We don’t like to think it, or remember it ourselves, but childhood can be a frightening time. And stories help us all, including children, through frightening times. Take five minutes out of your day to listen to what Mr. Sendak has to say. It will be worth your while.

 

A Tribute to E.L. Konigsburg

I was saddened to hear of the death of the great children’s and YA novelist, E.L. Konigsburg. While she’s probably best known for her Newbery Award winning novel From The Mixed Up Files of Mrs. Basil E. Frankweiler, she also wrote many other powerful novels, and she is the only author to have won both a Newbery Award and a Newbery Honor (for Jennifer, Hecate, William McKinley, Macbeth, and Me, Elizabeth) in the same year (1968). She also won a Newbery for The View from Saturday in 1997.  I discovered and read her books when I was in elementary school and junior high and never really stopped, and as both a children’s librarian and a reader, I’ve never truly put them away again.

I scraped together my pennies to buy (George), the story of a highly gifted child with an imaginary friend– who may or may not really be imaginary. I journeyed to an 800 number with the buttoned-up Maximilian, on his erratic travels across the country with his father (and a camel). I discovered the imperfect life and loves of Eleanor of Aquitaine in A Proud Taste of Scarlet and Miniver. I wondered who the mysterious Caroline really was in Father’s Arcane Daughter.

Years later, the mystery and horror at the heart of Silent to the Bone mesmerized me (it is a horrifying enough story that we’ve reviewed it here). Margaret, a minor character in that book, is the hero in The Outcasts of 19 Schuyler Place, a story of hope, love, and change. Of course, the award winners are wonderful books as well, and From The Mixed-Up Files of Mrs. Basil E. Frankweiler is the one everyone remembers, but with stories that ranged from quirky, funny, and fantastic to touching, thoughtful, mysterious, and even terrifying (sometimes in the same book), there were many choices.
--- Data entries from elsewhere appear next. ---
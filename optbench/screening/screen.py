"""``screen``: many underlyings, one ranked table.

Each scenario folder is compared on its own (:func:`optbench.screening.rows.screen_one`),
in local worker processes or on a Dask cluster (:mod:`optbench.screening.runner`); an
underlying that fails keeps its rows, with the reason, and the screen goes on.
"""
from __future__ import annotations

import math
from collections.abc import Callable, Sequence
from dataclasses import dataclass, field
from pathlib import Path

from optbench.analysis.results import CAUTION
from optbench.errors import InputError
from optbench.screening.rows import (COLUMNS, DEFAULT_MODEL, DEFAULT_TENORS, NOTIONAL,
                                     ScreenTask, failed_rows)
from optbench.screening.runner import DEFAULT_RETRIES, run_outcomes
from optbench.screening.tasks import screen_task
from optbench.screening.universe import find_scenarios

DEFAULT_SORT = "iv_minus_forecast"
#: joins the reasons of an underlying's lost attempts in the ``retry_reasons`` column
RETRY_SEPARATOR = "; "


@dataclass(frozen=True, eq=False)
class ScreenResult:
    """The ranked table of a screen.

    Attributes
    ----------
    universe : the folder screened.
    tenors : target tenors in calendar days (each row uses the listed expiry nearest).
    floor : protection floor as a fraction of spot (0.90 = a put struck at 90 %).
    notional : the notional the protection figures are scaled to (1,000,000).
    sort, descending : the ranking.
    rows : one dict per (underlying, tenor), keys :data:`COLUMNS`; vols decimals,
        money per ``notional``.
    failures : ``{"code", "folder", "reason", "attempts", "transient",
        "retry_reasons"}`` for each underlying that failed (``transient``: the last
        failure was of a retried kind and the retries ran out).
    workers, scheduler : how it ran.
    caution : the caution every hedge output carries.
    drift : the drift asked for (``{"rule", "excess_return"}``; None = each
        underlying's meta.toml, else 0); each row says the drift it used.
    """

    universe: str
    tenors: tuple[int, ...]
    floor: float
    notional: float
    sort: str
    descending: bool
    rows: tuple[dict, ...]
    failures: tuple[dict, ...]
    workers: int | None
    scheduler: str | None
    model: str
    dist: str
    caution: str = CAUTION
    columns: tuple[str, ...] = field(default=COLUMNS)
    drift: dict = field(default_factory=dict)

    def to_dict(self) -> dict:
        return {
            "universe": self.universe, "tenors": list(self.tenors), "floor": self.floor,
            "notional": self.notional, "sort": self.sort, "descending": self.descending,
            "model": {"name": self.model, "dist": self.dist},
            "conventions": {
                "vols": "annualised decimals (0.215 = 21.5%)",
                "tenor": "each row uses the listed expiry nearest to tenor_days",
                "protection": (f"a put struck at floor x spot, paid at the ask, per "
                               f"{self.notional:,.0f} of notional; expected payoff under "
                               "the fitted model's simulated paths"),
                "verdict": "rich above the forecast band, cheap below, fair inside",
                "protection_verdict": ("the put at the floor and the 25-delta put: rich "
                                       "(expensive protection) when the ask is above the "
                                       "band of its model-expected discounted payoff, "
                                       "cheap below, fair inside"),
                "drift": ("simulated prices grow at drift_annual a year (drift_rule: "
                          "risk-free = r - q, excess = r - q plus the excess return, "
                          "fitted = the fitted mean)"),
            },
            "drift": dict(self.drift),
            "rows": [dict(r) for r in self.rows],
            "failures": [dict(f) for f in self.failures],
            "caution": self.caution,
        }


def _missing(value) -> bool:
    return value is None or (isinstance(value, float) and math.isnan(value))


def rank_rows(rows: Sequence[dict], column: str = DEFAULT_SORT,
              descending: bool = True) -> list[dict]:
    """Rows ordered by ``column``, rows without a value last; ties keep code and
    tenor order."""
    if column not in COLUMNS:
        raise InputError("--sort", f"no such column {column!r}; choose one of "
                                   f"{', '.join(COLUMNS)}")
    ordered = sorted(rows, key=lambda r: (str(r.get("code")), r.get("tenor_days") or 0))
    present = [r for r in ordered if not _missing(r.get(column))]
    absent = [r for r in ordered if _missing(r.get(column))]
    present.sort(key=lambda r: r[column], reverse=descending)
    return present + absent


def screen(folder: str | Path, *, tenors: Sequence[int] = DEFAULT_TENORS,
           floor: float = 0.90, model: str = DEFAULT_MODEL, dist: str = "t",
           mean: str = "constant", sort: str = DEFAULT_SORT, descending: bool = True,
           workers: int | None = None, scheduler: str | None = None,
           n_paths: int = 2000, seed: int = 7, overrides: dict | None = None,
           progress: Callable[[int, int], None] | None = None, drift: str = "risk-free",
           excess_return: float | None = None, fit_cache: str | Path | None = None,
           max_filter_days: int | None = None, full: bool = False,
           retries: int = DEFAULT_RETRIES) -> ScreenResult:
    """Screen every scenario folder under ``folder`` and rank the rows.

    Parameters
    ----------
    folder : a folder of scenario folders (or one scenario folder).
    tenors : target tenors in calendar days; each row uses the nearest listed expiry.
    floor : protection floor as a fraction of spot, in (0, 1].
    model, dist, mean : the volatility model, as in ``compare``.
    sort, descending : the column to rank by (default: implied minus forecast,
        richest first).
    workers : local worker processes (default: the number of cores; 1 = in process).
    scheduler : address of a running Dask distributed scheduler; when given the same
        tasks run on that cluster.
    n_paths, seed : the simulation behind the expected payoffs.
    overrides : market overrides applied to every underlying (rarely wanted).
    progress : ``progress(done, total)`` after each underlying.
    drift, excess_return : the drift of the simulated prices, as in ``compare``
        (each underlying's ``meta.toml`` may set its own ``excess_return``; the rows'
        ``drift_rule`` and ``drift_annual`` say what each used).
    fit_cache : a folder for the opt-in fit cache (:mod:`optbench.screening.fit_cache`):
        each underlying's fit is kept there, and a later screen whose history only
        grew by at most ``max_filter_days`` returns (default 21) filters from the
        cached parameters instead of refitting; each row's ``fit_source`` and
        ``fit_date`` say which.
    full : True runs the full-cost row (the hedge simulated again per tenor), the
        reference the default lean row matches within 1e-9 relative
        (:func:`optbench.screening.rows.protection_figures`).
    retries : how many times an underlying whose worker was lost, or that met a
        transient error, is tried again (:mod:`optbench.screening.runner`); each row
        says its ``attempts`` and why earlier ones were lost (``retry_reasons``).
    """
    tenors = tuple(int(t) for t in tenors)
    if not tenors or min(tenors) <= 0:
        raise InputError("--tenors", "give one or more positive numbers of days")
    if not 0 < float(floor) <= 1:
        raise InputError("--floor", f"must be a fraction of spot in (0, 1], not {floor:g}")
    if sort not in COLUMNS:
        raise InputError("--sort", f"no such column {sort!r}; choose one of "
                                   f"{', '.join(COLUMNS)}")
    from optbench.analysis.drift import choose_drift
    choose_drift(drift, excess_return, rate=0.0, div_yield=0.0)   # a bad value fails here
    folders = find_scenarios(folder)
    cache = {}
    if fit_cache is None and max_filter_days is not None:
        raise InputError("--refit-after", "applies only with --fit-cache DIR")
    if fit_cache is not None:
        from optbench.screening.fit_cache import DEFAULT_MAX_FILTER_DAYS, check_folder
        days = DEFAULT_MAX_FILTER_DAYS if max_filter_days is None else int(max_filter_days)
        if days < 0:
            raise InputError("--refit-after", f"must be 0 or more days, not {days}")
        cache = {"fit_cache": str(check_folder(fit_cache).resolve()),
                 "max_filter_days": days}
    tasks = [ScreenTask(folder=str(f), tenors=tenors, floor=float(floor), model=model,
                        dist=dist, mean=mean, n_paths=n_paths, seed=seed,
                        overrides=dict(overrides or {}), drift=drift,
                        excess_return=excess_return, full=bool(full), **cache)
             for f in folders]
    outcomes = run_outcomes(screen_task, tasks, workers=workers, scheduler=scheduler,
                            progress=progress, retries=retries)
    rows: list[dict] = []
    failures: list[dict] = []
    for task, outcome in zip(tasks, outcomes):
        tries = {"attempts": outcome.attempts,
                 "retry_reasons": RETRY_SEPARATOR.join(outcome.retry_reasons)}
        if outcome.failed:
            failure = outcome.value
            failures.append({"code": Path(task.folder).name, "folder": task.folder,
                             "reason": failure.reason, "attempts": failure.attempts,
                             "transient": failure.transient,
                             "retry_reasons": list(failure.retry_reasons)})
            rows.extend(r | tries for r in failed_rows(task, failure.reason))
        else:
            rows.extend(r | tries for r in outcome.value)
    return ScreenResult(universe=str(folder), tenors=tenors, floor=float(floor),
                        notional=NOTIONAL, sort=sort, descending=descending,
                        rows=tuple(rank_rows(rows, sort, descending)),
                        failures=tuple(failures), workers=workers, scheduler=scheduler,
                        model=model, dist=dist,
                        drift={"rule": drift, "excess_return": excess_return})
I’m thankful for every time I read something she had written and felt that click that said “that’s me!” For every time she introduced me to someone who lived life in a very different way, or made an escape possible for me without my having to run off to the Metropolitan Museum of Art to change my life. Even if E.L. Konigsburg isn’t an author who touched your life, if you are a book lover (and you probably are, if you’re reading this) there probably is an author who did. Today is a good day to remember the door to books that author opened to you.